Figure 6.17: A cleaned up version of Figure 6.16. Notice that I’ve used a very minimalist design for the boxplots, so as to focus the eye on the medians. I’ve also converted the medians to solid dots, to convey a sense that year to year variation in the median should be thought of as a single coherent plot (similar to what we did when plotting the
Fibonacci variable earlier). The size of outliers has been shrunk, because they aren’t actually very interesting. In contrast, I’ve added a fill colour to the boxes, to make it easier to look at the trend in the interquartile range across years.
That being said, the default boxplot leaves a great deal to be desired in terms of visual clarity. The outliers are too visually prominent, the dotted lines look messy, and the interesting content (i.e., the behaviour of the median and the interquartile range across years) gets a little obscured. Fortunately, this is easy to fix, since we’ve already covered a lot of tools you can use to customise your output.
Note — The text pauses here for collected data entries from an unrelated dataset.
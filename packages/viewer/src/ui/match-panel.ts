/**
 * <cb-match>: matching a model curve to an observation record by hand, and marking data windows. The analyst
 * moves the curve of any registered model over the record on log-log axes (dragging it, or with the arrow keys,
 * which change the parameters as a type-curve match does) or sets each parameter with a log-scaled slider or a
 * typed value with its unit; the curve, the residual strip and the error figures follow at once (computed by the
 * aquifer library in the page, model/match.ts). Beside it: the equivalent match point, "Refine" (least squares
 * from the matched values, with estimates, 95 % intervals and correlations) and "Keep" (a code cell for the
 * document). On the log-log, semilog and derivative charts readings are selected by brushing a time range or by
 * clicking one (or with the keyboard) and left out with a reason; left-out readings are drawn hollow, their
 * reason on hover. Everything kept leaves as an event the workbench turns into a transaction.
 */
import { LitElement, css, html, nothing, svg, type PropertyValues } from "lit";
import { guard } from "lit/directives/guard.js";
import { convert, describeModel, modelIds, type DrawdownModel, type FitResult } from "@conebook/aquifer";
import {
  curveAt,
  curveDerivative,
  dataDerivative,
  errorFigures,
  keptValues,
  logTimes,
  matchPointOf,
  modelOf,
  refine,
  shiftParameters,
  startingPosition,
  type ModelChoice,
  type ObservationRecord,
} from "../model/match.js";
import { COMMON_REASONS, emptyWindows, windowEnd, windowMask, windowReasons, withWindow, withoutWindow, type WindowSet, type WindowsReading } from "../model/windows.js";
import { formatNumber } from "./format.js";
import { Axis, axesOf, extent, linePath, type Frame } from "./plot.js";
import { CHART_PALETTE, controls, tokens } from "./theme.js";
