/**
 * The report's test-information block, from the header's `testInformation`: site, dates, people, the wells
 * (role, distance, screen) and the rate schedule in a numbered table each, and the units the numbers are in.
 */
import { formatPlain, typesetUnit, type DocumentHeader } from "@conebook/document";
import { escapeHtml } from "./escape.js";
import type { Numbering } from "./outputs-html.js";

function dateText(d: string): string {
  return d.replace("T", " ");
}

/** The block's HTML; says so plainly when the header has no test information. */
export function testInformationHtml(header: DocumentHeader, numbering: Numbering): string {
  const info = header.testInformation;
  if (info === undefined) {
    return (
      `<section class="test-info" id="test-information"><h2>Test information</h2>` +
      `<p class="missing">The document header gives no test information (site, dates, wells, rates, analyst, reviewer); ` +
      `add a <code>testInformation</code> block to the header (docs/format.md).</p></section>`
    );
  }
  const length = typesetUnit(info.units?.length);
  const time = typesetUnit(info.units?.time);
  const rate = typesetUnit(info.units?.rate);
  // A test without a pumped well (a slug test, a record of ambient levels) has no pumping to start or end.
  const pumped = (info.wells ?? []).some((w) => w.role === "pumped") || (info.rates ?? []).length > 0;
  const items: [string, string | undefined][] = [
    ["Site", info.site],
    ["Location", info.location],
    ["Purpose", info.purpose],
    [pumped ? "Pumping started" : "Test started", info.started && dateText(info.started)],
    [pumped ? "Pumping ended" : "Test ended", info.ended && dateText(info.ended)],
    ["Analyst", info.analyst],
    ["Reviewer", info.reviewer],
    ["Screen depths measured from", info.datum],
    [
      "Units of the test information",
      info.units ? [info.units.length && `length ${length}`, info.units.time && `time ${time}`, info.units.rate && `rate ${rate}`].filter(Boolean).join(", ") : undefined,
    ],
    ["Notes", info.notes],
  ];
  const dl = items
    .filter((i): i is [string, string] => i[1] !== undefined && i[1] !== "")
    .map(([k, v]) => `<dt>${escapeHtml(k)}</dt><dd>${escapeHtml(v)}</dd>`)
    .join("\n");
  const parts = [`<section class="test-info" id="test-information"><h2>Test information</h2><dl class="facts">\n${dl}\n</dl>`];
  const unit = (u: string) => (u ? ` <span class="unit">(${escapeHtml(u)})</span>` : "");
  if (info.wells && info.wells.length > 0) {
    const { label, anchor } = numbering.table("Wells of the test");
    const rows = info.wells
      .map(
        (w) =>
          `<tr><td>${escapeHtml(w.name)}</td><td>${escapeHtml(w.role)}</td>` +
          `<td class="num">${w.distance === undefined ? "" : escapeHtml(formatPlain(w.distance))}</td>` +
          `<td class="num">${w.screen ? escapeHtml(`${formatPlain(w.screen[0])} to ${formatPlain(w.screen[1])}`) : ""}</td>` +
          `<td class="num">${w.radius === undefined ? "" : escapeHtml(formatPlain(w.radius))}</td>` +
          `<td>${escapeHtml(w.notes ?? "")}</td></tr>`,
      )
      .join("\n");
    parts.push(
      `<table id="${anchor}"><caption><span class="label">Table ${label}.</span> Wells of the test</caption>` +
        `<thead><tr><th>well</th><th>role</th><th>distance from the pumped well${unit(length)}</th><th>screen, top to bottom${unit(length)}</th><th>radius${unit(length)}</th><th>notes</th></tr></thead>` +
        `<tbody>\n${rows}\n</tbody></table>`,
    );
  }
  if (info.rates && info.rates.length > 0) {
    const { label, anchor } = numbering.table("Pumping rate schedule");
    const rows = info.rates
      .map((r) => `<tr><td class="num">${escapeHtml(formatPlain(r.from))}</td><td class="num">${r.to === undefined ? "end of record" : escapeHtml(formatPlain(r.to))}</td><td class="num">${escapeHtml(formatPlain(r.rate))}</td></tr>`)
      .join("\n");
    parts.push(
      `<table id="${anchor}"><caption><span class="label">Table ${label}.</span> Pumping rate schedule (time since pumping started)</caption>` +
        `<thead><tr><th>from${unit(time)}</th><th>to${unit(time)}</th><th>rate${unit(rate)}</th></tr></thead><tbody>\n${rows}\n</tbody></table>`,
    );
  }
  parts.push("</section>");
  return parts.join("\n");
}
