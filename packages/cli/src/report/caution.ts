/** The caution every report carries at its top. */
export const CAUTION_TEXT =
  "The figures in this report are model interpretations of the recorded data, not measurements of the aquifer. " +
  "Aquifer-test interpretation, and any decision based on it, is for qualified professionals. " +
  "Local regulations, permits and licensed practice govern: where they differ from anything in this report, they take precedence.";
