/**
 * Public members of a class: its construct signatures (inherited ones included, so an error class shows how it
 * is thrown), then properties and methods in source order (parameter properties where the constructor is).
 */
function classMembers(checker: ts.TypeChecker, declaration: ts.ClassDeclaration, className: string): ClassMember[] {
  const members: ClassMember[] = [];
  const classSymbol = checker.getSymbolAtLocation(declaration.name!);
  const constructSignatures = classSymbol
    ? checker.getTypeOfSymbolAtLocation(classSymbol, declaration).getConstructSignatures()
    : [];
  for (const signature of constructSignatures) {
    const text = signatureText(checker, signature, declaration);
    const returnSuffix = `: ${className}`;
    const parameters = text.endsWith(returnSuffix) ? text.slice(0, -returnSuffix.length) : text;
    const line = layoutSignature("constructor", parameters);
    if (members.some((member) => member.declaration === line)) continue;
    members.push({
      name: "constructor",
      declaration: line,
      doc: ts.displayPartsToString(signature.getDocumentationComment(checker)).trim(),
      tags: signature.getJsDocTags().map((tag) => ({ name: tag.name, text: tagText(tag) })),
    });
  }
  for (const member of declaration.members) {
    if (!isPublicMember(member)) continue;
    if (ts.isConstructorDeclaration(member)) {
      for (const parameter of member.parameters) {
        if (!ts.isParameterPropertyDeclaration(parameter, member) || !isPublicMember(parameter)) continue;
        const property = checker.getSymbolAtLocation(parameter.name);
        if (property === undefined) continue;
        const readonly = (ts.getCombinedModifierFlags(parameter) & ts.ModifierFlags.Readonly) !== 0 ? "readonly " : "";
        const type = typeText(checker, checker.getTypeOfSymbolAtLocation(property, parameter), parameter);
        members.push({ name: property.getName(), declaration: `${readonly}${property.getName()}: ${type}`, ...docOf(property, checker) });
      }
      continue;
    }
    if (member.name === undefined) continue;
    const symbol = checker.getSymbolAtLocation(member.name);
    if (symbol === undefined) continue;
    const name = symbol.getName();
    const isStatic = (ts.getCombinedModifierFlags(member) & ts.ModifierFlags.Static) !== 0;
    const prefix = isStatic ? "static " : "";
    let declarationText: string;
    if (ts.isMethodDeclaration(member)) {
      if (member.body === undefined && declaration.members.some((m) => m !== member && m.name?.getText() === name && ts.isMethodDeclaration(m) && m.body)) {
        continue;
      }
      const type = checker.getTypeOfSymbolAtLocation(symbol, member);
      declarationText = type
        .getCallSignatures()
        .map((signature) => layoutSignature(`${prefix}${name}`, signatureText(checker, signature, member)))
        .join("\n");
    } else if (ts.isPropertyDeclaration(member) || ts.isGetAccessorDeclaration(member)) {
      const readonly =
        ts.isGetAccessorDeclaration(member) ||
        (ts.getCombinedModifierFlags(member) & ts.ModifierFlags.Readonly) !== 0
          ? "readonly "
          : "";
      const type = checker.getTypeOfSymbolAtLocation(symbol, member);
      declarationText = `${prefix}${readonly}${name}: ${typeText(checker, type, member)}`;
    } else {
      continue;
    }
    const { doc, tags } = docOf(symbol, checker);
    members.push({ name, declaration: declarationText, doc, tags });
  }
  return members;
}

/** Code lines for one exported symbol of the given kinds. */
function codeOf(checker: ts.TypeChecker, symbol: ts.Symbol, name: string, kinds: readonly ExportKind[]): string[] {
  const code: string[] = [];
  const declarations = symbol.declarations ?? [];
  for (const kind of kinds) {
    if (kind === "function") {
      const declaration = declarations.find(ts.isFunctionDeclaration)!;
      const type = checker.getTypeOfSymbolAtLocation(symbol, declaration);
      for (const signature of type.getCallSignatures()) {
        code.push(layoutSignature(`function ${name}`, signatureText(checker, signature, declaration)));
      }
    } else if (kind === "const" || kind === "let") {
      const declaration = declarations.find(ts.isVariableDeclaration)!;
      const annotated = declaration.type !== undefined ? oneLine(declaration.type.getText()) : undefined;
      const type = annotated ?? constantTypeText(checker, checker.getTypeOfSymbolAtLocation(symbol, declaration), declaration);
      code.push(`${kind} ${name}: ${type}`);
    } else if (kind === "class") {
      const declaration = declarations.find(ts.isClassDeclaration)!;
      const heritage = (declaration.heritageClauses ?? []).map((clause) => oneLine(clause.getText())).join(" ");
      const typeParameters = declaration.typeParameters
        ? `<${declaration.typeParameters.map((p) => oneLine(p.getText())).join(", ")}>`
        : "";
      code.push(`class ${name}${typeParameters}${heritage ? ` ${heritage}` : ""}`);
    } else {
      const declaration = declarations.find(
        (d) =>
          (kind === "interface" && ts.isInterfaceDeclaration(d)) ||
          (kind === "type" && ts.isTypeAliasDeclaration(d)) ||
          (kind === "enum" && ts.isEnumDeclaration(d)) ||
          (kind === "namespace" && ts.isModuleDeclaration(d)),
      );
      if (declaration !== undefined) code.push(declarationSource(declaration));
    }
  }
  return code;
}

/** The text of the first `/** ... *\/` comment of a file, without delimiters and leading asterisks. */
export function topComment(text: string): string {
  const ranges = ts.getLeadingCommentRanges(text, 0) ?? [];
  const first = ranges.find((range) => text.startsWith("/**", range.pos));
  if (first === undefined) return "";
  return text
    .slice(first.pos + 3, first.end - 2)
    .split("\n")
    .map((line) => line.replace(/^\s*\* ?/, "").trimEnd())
    .join("\n")
    .trim();
}

/** Areas in the order the entry file re-exports them: "./units/index.js" gives "units". */
export function reexportOrder(entry: ts.SourceFile): string[] {
  const areas: string[] = [];
  for (const statement of entry.statements) {
    if (!ts.isExportDeclaration(statement) || statement.moduleSpecifier === undefined) continue;
    if (!ts.isStringLiteral(statement.moduleSpecifier)) continue;
    const match = /^\.\/([^/]+)\//.exec(statement.moduleSpecifier.text);
    if (match !== null && !areas.includes(match[1]!)) areas.push(match[1]!);
  }
  return areas;
}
After playing around with several different versions of the plot, the one I settled on is shown in Figure 6.17. The command I used to produce it is long, but not complicated:
> boxplot( formula = margin ~ year, # the formula + data = afl2, # the data set + xlab = "AFL season", # x axis label + ylab = "Winning Margin", # y axis label + frame.plot = FALSE, # don't draw a frame + staplewex = 0, # don't draw staples + staplecol = "white", # (fixes a tiny display issue) + boxwex = .75, # narrow the boxes slightly + boxfill = "grey80", # lightly shade the boxes + whisklty = 1, # solid line for whiskers + whiskcol = "grey70", # dim the whiskers + boxcol = "grey70", # dim the box borders + outcol = "grey70", # dim the outliers + outpch = 20, # outliers as solid dots + outcex = .5, # shrink the outliers + medlty = "blank", # no line for the medians + medpch = 20, # instead, draw solid dots + medlwd = 1.5 # make them larger + )
Of course, given that the command is that long, you might have guessed that I didn’t spend ages typing all that rubbish in over and over again. Instead, I wrote a script, which I kept tweaking until it produced the figure that I wanted. We’ll talk about scripts later in Section 8.1, but given the length of the command I thought I’d remind you that there’s an easier way of trying out different commands than typing them all in over and over.